Consent-Based Social Security Number Verification Helps to Reduce Synthetic IDs

With the headlines swirling about data breaches and the sensitive information that is being sold on the dark web, it may seem like the most basic level of identification — the Social Security number — is simply a liability, something the fraudsters can find at a moment’s notice and use against us.

As Early Warning Vice President and Product Line Leader for Risk Insights Paramita Bhattacharjee told PYMNTS, the Social Security number can be an effective line of defense for financial institutions (FIs) seeking to ensure that account opening requests and applications for financial products are being presented by people who are who they say they are.

 

She pointed to an Aite Group study in February that noted 85% of FIs experience fraud during the account opening process, but consent-based Social Security number verification is having a positive impact amid the great digital shift.

“With the shift toward digital technology, it’s becoming increasingly difficult to confidently validate a consumer’s identity,” Bhattacharjee said. “And fraudsters are obviously getting more sophisticated.”

The conversation came against a backdrop in which synthetic identity fraud has been on the rise as more commerce shifts online. In one conduit toward establishing these fake profiles, the cybercriminals have been able to take Social Security numbers, leveraging them in an effort to create composite identities.

Introducing the eCBSV

But, as Bhattacharjee noted, the Social Security Administration (SSA) has introduced an electronic consent feature — known as eCBSV — with its real-time verification solution. In terms of mechanics, the solution allows FIs and other organizations to verify that data — chiefly, an individual’s name, Social Security number and birthdate — match SSA records (or that they don’t, which may raise red flags that fraudsters are trying to pass themselves off as legitimate).

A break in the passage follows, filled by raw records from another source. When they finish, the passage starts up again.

import { ONE_HOT_MAX_VALUES } from "./compile-inputs.js";
import type { VirtualSlots } from "./virtual-slots.js";
import type { FeatureContract, ForestModel } from "./model-types.js";

/** Which traversal kernel a forest needs. */
export type ForestKernel = "numeric" | "one-hot" | "bitset";

/**
 * A forest laid out for the branchless kernels: per node the row-block slot to
 * read and the threshold (pass-through and categorical nodes get +Infinity, so
 * `x > threshold` is false there), plus the categorical masks or bitsets.
 */
export interface CompiledForest {
  readonly outcome: string;
  readonly kernel: ForestKernel;
  readonly depth: number;
  /** Internal nodes per tree: 2^depth - 1. */
  readonly nodes: number;
  /** Leaves per tree: 2^depth. */
  readonly leaves: number;
  readonly treeCount: number;
  readonly baseLogit: number;
  /** Per node: the row-block slot it reads (missing direction folded in). */
  readonly offset: Int32Array;
  readonly threshold: Float64Array;
  /** One-hot kernel, per node: the one-hot bits that go right (0 at numeric nodes). */
  readonly mask: Int32Array;
  /** Bitset kernel, per node: first word of its region in `bits` (0, an all-zero region, at numeric nodes). */
  readonly bitsStart: Int32Array;
  readonly bits: Int32Array;
  /** Bitset kernel: 2^k - 1 covering every code + 1 of the forest's categorical features. */
  readonly codeMask: number;
  /** Per leaf of every tree (tree t's leaf k at t * leaves + k). */
  readonly leafValue: Float64Array;
}

/**
 * Lays out a checked forest (see checkScoringModel) for the traversal kernels.
 * The slot numbers assume the row block of the contract's InputPlan, built with
 * the same `virtual` slots: a forest they cover has its categorical splits read
 * as numeric ones (see VirtualSlots).
 *
 * @example
 * const compiled = compileForest(forests[0], contract);
 * compiled.kernel; // "numeric" when no node splits a categorical feature
 */
export function compileForest(
  forest: ForestModel,
  contract: FeatureContract,
  virtual: VirtualSlots | null = null,
): CompiledForest {
  const numericCount = contract.numeric.length;
  const featureCount = numericCount + contract.categorical.length;
  // Shifts, not 2 ** depth: `**` yields a heap number, and a kernel whose index
  // arithmetic sees one compiles to float math (a third slower here).
  const nodes = (1 << forest.depth) - 1;
  const leaves = nodes + 1;
  const treeCount = forest.trees.length;
  let maxValues = 0;
  let categoricalNodes = 0;
  for (const tree of forest.trees) {
    for (let n = 0; n < nodes; n++) {
      const f = tree.feature[n];
      if (f >= numericCount) {
        categoricalNodes++;
        maxValues = Math.max(maxValues, contract.categorical[f - numericCount].values.length);
      }
    }
  }
  const useVirtual = virtual !== null && categoricalNodes > 0 && virtual.covers(forest);
  const kernel: ForestKernel =
    categoricalNodes === 0 || useVirtual
      ? "numeric"
      : maxValues <= ONE_HOT_MAX_VALUES
        ? "one-hot"
        : "bitset";
  let codeMask = 0;
  while (codeMask < maxValues) codeMask = codeMask * 2 + 1; // covers code + 1 <= maxValues
  const regionWords = (codeMask >>> 5) + 1;
  const offset = new Int32Array(treeCount * nodes);
  const threshold = new Float64Array(treeCount * nodes);
  const mask = new Int32Array(kernel === "one-hot" ? treeCount * nodes : 0);
  const bitsStart = new Int32Array(kernel === "bitset" ? treeCount * nodes : 0);
  const bits = new Int32Array(kernel === "bitset" ? regionWords * (categoricalNodes + 1) : 0);
  const leafValue = new Float64Array(treeCount * leaves);
  let nextRegion = regionWords; // region 0 stays all zero for numeric nodes
  forest.trees.forEach((tree, t) => {
    leafValue.set(tree.leafValue, t * leaves);
    for (let n = 0; n < nodes; n++) {
      const j = t * nodes + n;
      const f = tree.feature[n];
      const missingRight = tree.missingRight[n] === 1;
      if (f < 0) {
        threshold[j] = Infinity; // pass-through: always left
      } else if (f < numericCount) {
        offset[j] = missingRight ? featureCount + f : f;
        threshold[j] = tree.threshold[n];
      } else if (useVirtual && virtual !== null) {
        offset[j] = virtual.slotFor(f - numericCount, tree.rightCategories[n], missingRight);
        threshold[j] = 0.5; // the slot holds 1 when the value goes right
      } else {
        threshold[j] = Infinity;
        const right = tree.rightCategories[n] ?? new Int32Array(0);
        if (kernel === "one-hot") {
          offset[j] = f;
          let bitsRight = missingRight ? 1 : 0;
          for (const code of right) bitsRight |= 1 << (code + 1);
          mask[j] = bitsRight;
        } else {
          offset[j] = featureCount + f;
          bitsStart[j] = nextRegion;
          if (missingRight) bits[nextRegion] |= 1;
          for (const code of right) bits[nextRegion + ((code + 1) >>> 5)] |= 1 << ((code + 1) & 31);
          nextRegion += regionWords;
        }
      }
    }
  });
  return {
    outcome: forest.outcome,
    kernel,
    depth: forest.depth,
    nodes,
    leaves,
    treeCount,
    baseLogit: forest.baseLogit,
    offset,
    threshold,
    mask,
    bitsStart,
    bits,
    codeMask,
    leafValue,
  };
}
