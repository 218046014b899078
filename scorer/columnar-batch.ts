/**
 * One column of a columnar batch. Numeric features: kind "number" with a
 * Float64Array (NaN: missing). Categorical features: kind "category" with an
 * Int32Array of codes (-1: missing) into a dictionary whose list() gives the text
 * of each code. The trainer's ColumnBatch columns have exactly this shape; other
 * kinds (labels, weights) are ignored.
 *
 * A dictionary may grow between batches but must not change the text of a code
 * it has listed: the scorer caches per-code work (tree codes, hash buckets) for
 * as long as it sees the same list.
 */
export interface ColumnInput {
  readonly kind: string;
  readonly values?: ArrayLike<number>;
  readonly codes?: Int32Array;
  readonly dictionary?: { list(): readonly string[] };
}

/**
 * A batch of rows, column by column, keyed by feature name.
 *
 * @example
 * const batch: ColumnarBatch = {
 *   rowCount: 2,
 *   columns: new Map([
 *     ["tie_strength", { kind: "number", values: Float64Array.of(0.4, NaN) }],
 *     ["crop", { kind: "category", codes: Int32Array.of(0, -1), dictionary: { list: () => ["kale"] } }],
 *   ]),
 * };
 */
export interface ColumnarBatch {
  readonly rowCount: number;
  readonly columns: ReadonlyMap<string, ColumnInput>;
}
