/**
 * The artifact format this runtime reads and the trainer writes
 * (schemas/scorer-artifact.schema.json).
 *
 * @example
 * if (doc.formatVersion !== ARTIFACT_FORMAT_VERSION) throw new Error("incompatible artifact");
 */
/** The value of an artifact's "format" field. */
export const ARTIFACT_FORMAT = "leafcast-scorer";
/** The layout version; a runtime reads exactly its own. */
export const ARTIFACT_FORMAT_VERSION = 1;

The result is that FIs, connecting to the SSA’s eCBSV service through Early Warning’s application programming interface (API), are reassured that they are interacting with legitimate customers. Bhattacharjee noted that Early Warning was selected as one of 10 initial “permitted entities” to participate in the eCBSV service, and banks/credit unions (segmented by low, medium and high volumes of activity) can layer other identity-proofing functionalities (their own and Early Warning’s) to shore up their decisioning activities.

Bhattacharjee explained that when it returns a “yes” or “no” match on the Social Security number, the service does not provide confirmation of the individual’s identity. Other data attributes can help FIs determine that identity with certainty.

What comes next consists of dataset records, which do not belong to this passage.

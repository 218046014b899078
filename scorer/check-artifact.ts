import { artifactSchemaDocument, type ScorerArtifact } from "./artifact.generated.js";
import { artifactChecksum } from "./artifact-checksum.js";
import { ARTIFACT_FORMAT, ARTIFACT_FORMAT_VERSION } from "./artifact-format.js";
import { checkJsonSchema, type JsonSchema } from "./json-schema-check.js";
import { ScorerError } from "./scorer-error.js";

/**
 * Checks a parsed artifact document, in the order that gives the clearest
 * refusal: format and version first (another version has another layout), then
 * the schema (types, required fields; a string or null where a number belongs),
 * then the checksum. Semantic checks follow in modelFromArtifact.
 *
 * @example
 * const artifact = checkArtifact(JSON.parse(text)); // throws ScorerError("artifact", ...) when damaged
 */
export function checkArtifact(document: unknown): ScorerArtifact {
  if (typeof document !== "object" || document === null || Array.isArray(document)) {
    fail(
      "not_an_object",
      "",
      `expected a JSON object, found ${document === null ? "null" : Array.isArray(document) ? "an array" : typeof document}`,
    );
  }
  const doc = document as { readonly [key: string]: unknown };
  const format = Object.prototype.hasOwnProperty.call(doc, "format") ? doc.format : undefined;
  if (format !== ARTIFACT_FORMAT) {
    fail(
      "format",
      "/format",
      `expected "${ARTIFACT_FORMAT}", found ${JSON.stringify(format) ?? "nothing"}: this is not a Leafcast scorer artifact`,
    );
  }
  const version = Object.prototype.hasOwnProperty.call(doc, "formatVersion")
    ? doc.formatVersion
    : undefined;
  if (version !== ARTIFACT_FORMAT_VERSION) {
    fail(
      "version",
      "/formatVersion",
      `expected format version ${ARTIFACT_FORMAT_VERSION} (the only version this runtime reads), found ${JSON.stringify(version) ?? "nothing"}`,
    );
  }
  const issues = checkJsonSchema(artifactSchemaDocument as JsonSchema, document);
  if (issues.length > 0) {
    throw new ScorerError(
      "artifact",
      issues.map((issue) => ({ code: issue.code, path: issue.path, message: issue.message })),
    );
  }
  const artifact = document as ScorerArtifact;
  const computed = artifactChecksum(artifact);
  if (computed !== artifact.checksum) {
    fail(
      "checksum",
      "/checksum",
      `expected ${computed} (computed over the content), found ${artifact.checksum}: the file was changed after export or is damaged`,
    );
  }
  return artifact;
}

function fail(code: string, path: string, message: string): never {
  throw new ScorerError("artifact", [{ code, path, message }]);
}
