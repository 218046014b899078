import { columnsFromItems } from "./columns-from-items.js";
import type { ScoreItem } from "./score-item.js";
import type { Scorer } from "./scorer.js";

/** Nanoseconds per call, as a distribution. */
export interface LatencyDistribution {
  readonly p50: number;
  readonly p90: number;
  readonly p99: number;
  readonly p999: number;
  readonly max: number;
  readonly mean: number;
  readonly samples: number;
}

/** What measureLatency found. Times in nanoseconds. */
export interface LatencyReport {
  readonly items: number;
  /** One scoreOne call per sample; `trees` times traverseOne (reading the item and walking the trees, no heads). */
  readonly single: {
    readonly total: LatencyDistribution;
    readonly trees: LatencyDistribution;
    /** total.p50 - trees.p50: hashing, head sums, sigmoid and calibration. */
    readonly headsP50: number;
  };
  /** scoreBatch over the items as one columnar batch, into reused outputs; `trees` times traverseBatch. */
  readonly batch: {
    readonly nsPerItem: number;
    readonly treesNsPerItem: number;
    readonly headsNsPerItem: number;
  };
  /** The clock's cost per reading (subtracted from every single-call sample) and its finest step seen. */
  readonly timer: { readonly overheadNs: number; readonly resolutionNs: number };
}

/** How measureLatency runs. */
export interface LatencyOptions {
  /** Untimed scoreOne calls first, so the JIT has compiled the hot paths. Default 2000. */
  readonly warmup?: number;
  /** Timed passes over the items (single calls and batches). Default 5. */
  readonly repetitions?: number;
  /** Milliseconds from some origin; default performance.now (microsecond-or-better in Node; coarser in browsers). */
  readonly now?: () => number;
}

/**
 * Measures the scorer on the given items: the latency distribution of
 * single-item calls (p50, p90, p99, p99.9, max) and the batch cost per item, each
 * split into tree traversal and heads. Runs on the calling thread; a busy
 * machine shows in the tail.
 *
 * @example
 * const report = measureLatency(scorer, items, { warmup: 2000, repetitions: 5 });
 * report.single.total.p50; // e.g. 1900 (ns)
 */
export function measureLatency(
  scorer: Scorer,
  items: readonly ScoreItem[],
  options: LatencyOptions = {},
): LatencyReport {
  if (items.length === 0) throw new RangeError("latency: expected at least one item, found none");
  const now = options.now ?? (() => performance.now());
  const repetitions = Math.max(1, options.repetitions ?? 5);
  const warmup = Math.max(0, options.warmup ?? 2000);
  const leaves = new Int32Array(scorer.layout.treeCount);
  const batch = columnsFromItems(scorer.features, items);
  for (let i = 0; i < warmup; i++) {
    scorer.scoreOne(items[i % items.length]);
    scorer.traverseOne(items[i % items.length], leaves);
  }
  scorer.scoreBatch(batch);
  scorer.traverseBatch(batch);
  const timer = timerCost(now);
  const samples = repetitions * items.length;
  const total = new Float64Array(samples);
  const trees = new Float64Array(samples);
  for (let s = 0; s < samples; s++) {
    const item = items[s % items.length];
    const t0 = now();
    scorer.scoreOne(item);
    total[s] = (now() - t0) * 1e6 - timer.overheadNs;
  }
  for (let s = 0; s < samples; s++) {
    const item = items[s % items.length];
    const t0 = now();
    scorer.traverseOne(item, leaves);
    trees[s] = (now() - t0) * 1e6 - timer.overheadNs;
  }
  // Outputs are reused, as a serving loop would: fresh arrays cost page faults, not scoring.
  const outputs = scorer.allocateScores(items.length);
  const batchLeaves = new Int32Array(items.length * scorer.layout.treeCount);
  const batchTimes: number[] = [];
  const treeTimes: number[] = [];
  for (let r = 0; r < repetitions; r++) {
    let t0 = now();
    scorer.scoreBatch(batch, outputs);
    batchTimes.push(((now() - t0) * 1e6) / items.length);
    t0 = now();
    scorer.traverseBatch(batch, batchLeaves);
    treeTimes.push(((now() - t0) * 1e6) / items.length);
  }
  const totalDistribution = distribution(total);
  const treesDistribution = distribution(trees);
  const nsPerItem = median(batchTimes);
  const treesNsPerItem = median(treeTimes);
  return {
    items: items.length,
    single: {
      total: totalDistribution,
      trees: treesDistribution,
      headsP50: Math.max(0, totalDistribution.p50 - treesDistribution.p50),
    },
    batch: { nsPerItem, treesNsPerItem, headsNsPerItem: Math.max(0, nsPerItem - treesNsPerItem) },
    timer,
  };
}

function timerCost(now: () => number): { overheadNs: number; resolutionNs: number } {
  const gaps: number[] = [];
  let resolution = Infinity;
  for (let i = 0; i < 2000; i++) {
    const a = now();
    const b = now();
    const gap = (b - a) * 1e6;
    gaps.push(gap);
    if (gap > 0 && gap < resolution) resolution = gap;
  }
  return { overheadNs: median(gaps), resolutionNs: Number.isFinite(resolution) ? resolution : 0 };
}

function distribution(samples: Float64Array): LatencyDistribution {
  const sorted = Float64Array.from(samples, (v) => Math.max(0, v)).sort();
  const at = (q: number): number =>
    sorted[Math.min(sorted.length - 1, Math.max(0, Math.ceil(q * sorted.length) - 1))];
  let sum = 0;
  for (const v of sorted) sum += v;
  return {
    p50: at(0.5),
    p90: at(0.9),
    p99: at(0.99),
    p999: at(0.999),
    max: sorted[sorted.length - 1],
    mean: sum / sorted.length,
    samples: sorted.length,
  };
}

function median(values: readonly number[]): number {
  const sorted = [...values].sort((a, b) => a - b);
  const mid = sorted.length >> 1;
  return sorted.length % 2 === 1 ? sorted[mid] : (sorted[mid - 1] + sorted[mid]) / 2;
}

The consent feature is reflective of identity verification trends that accelerated during the pandemic due to a spike in online account openings.

“Consumers are being empowered, and want to be empowered, to control their data,” said Bhattacharjee, noting that they’ll only share their information if they’re confident that the data is secure.

At the same time, they demand a streamlined experience when it comes to interacting with their FIs — no matter if security efforts take place through consumer permission, identity verification through authentication using credentials, device identification, behavioral metrics, biometrics and deployment of artificial intelligence (AI) or machine learning (ML) technologies for identity assertion.

Bhattacharjee said we’re headed toward an age when decentralized identity will give consumers power over their identity credentials, perhaps through a self-owned digital identity wallet. Decentralized identity could eventually become the norm for any number of verticals beyond financial services, such as healthcare, government payments or benefits (such as food stamps), she added.

In that scenario, when a consumer needs to prove their identity — say, for a loan application or to verify their age in the bar — it wouldn’t involve pulling out different documents or a license.

“All a consumer would need to do is deploy their wallet with previously verified, personal identifiable information ready to share,” Bhattacharjee said.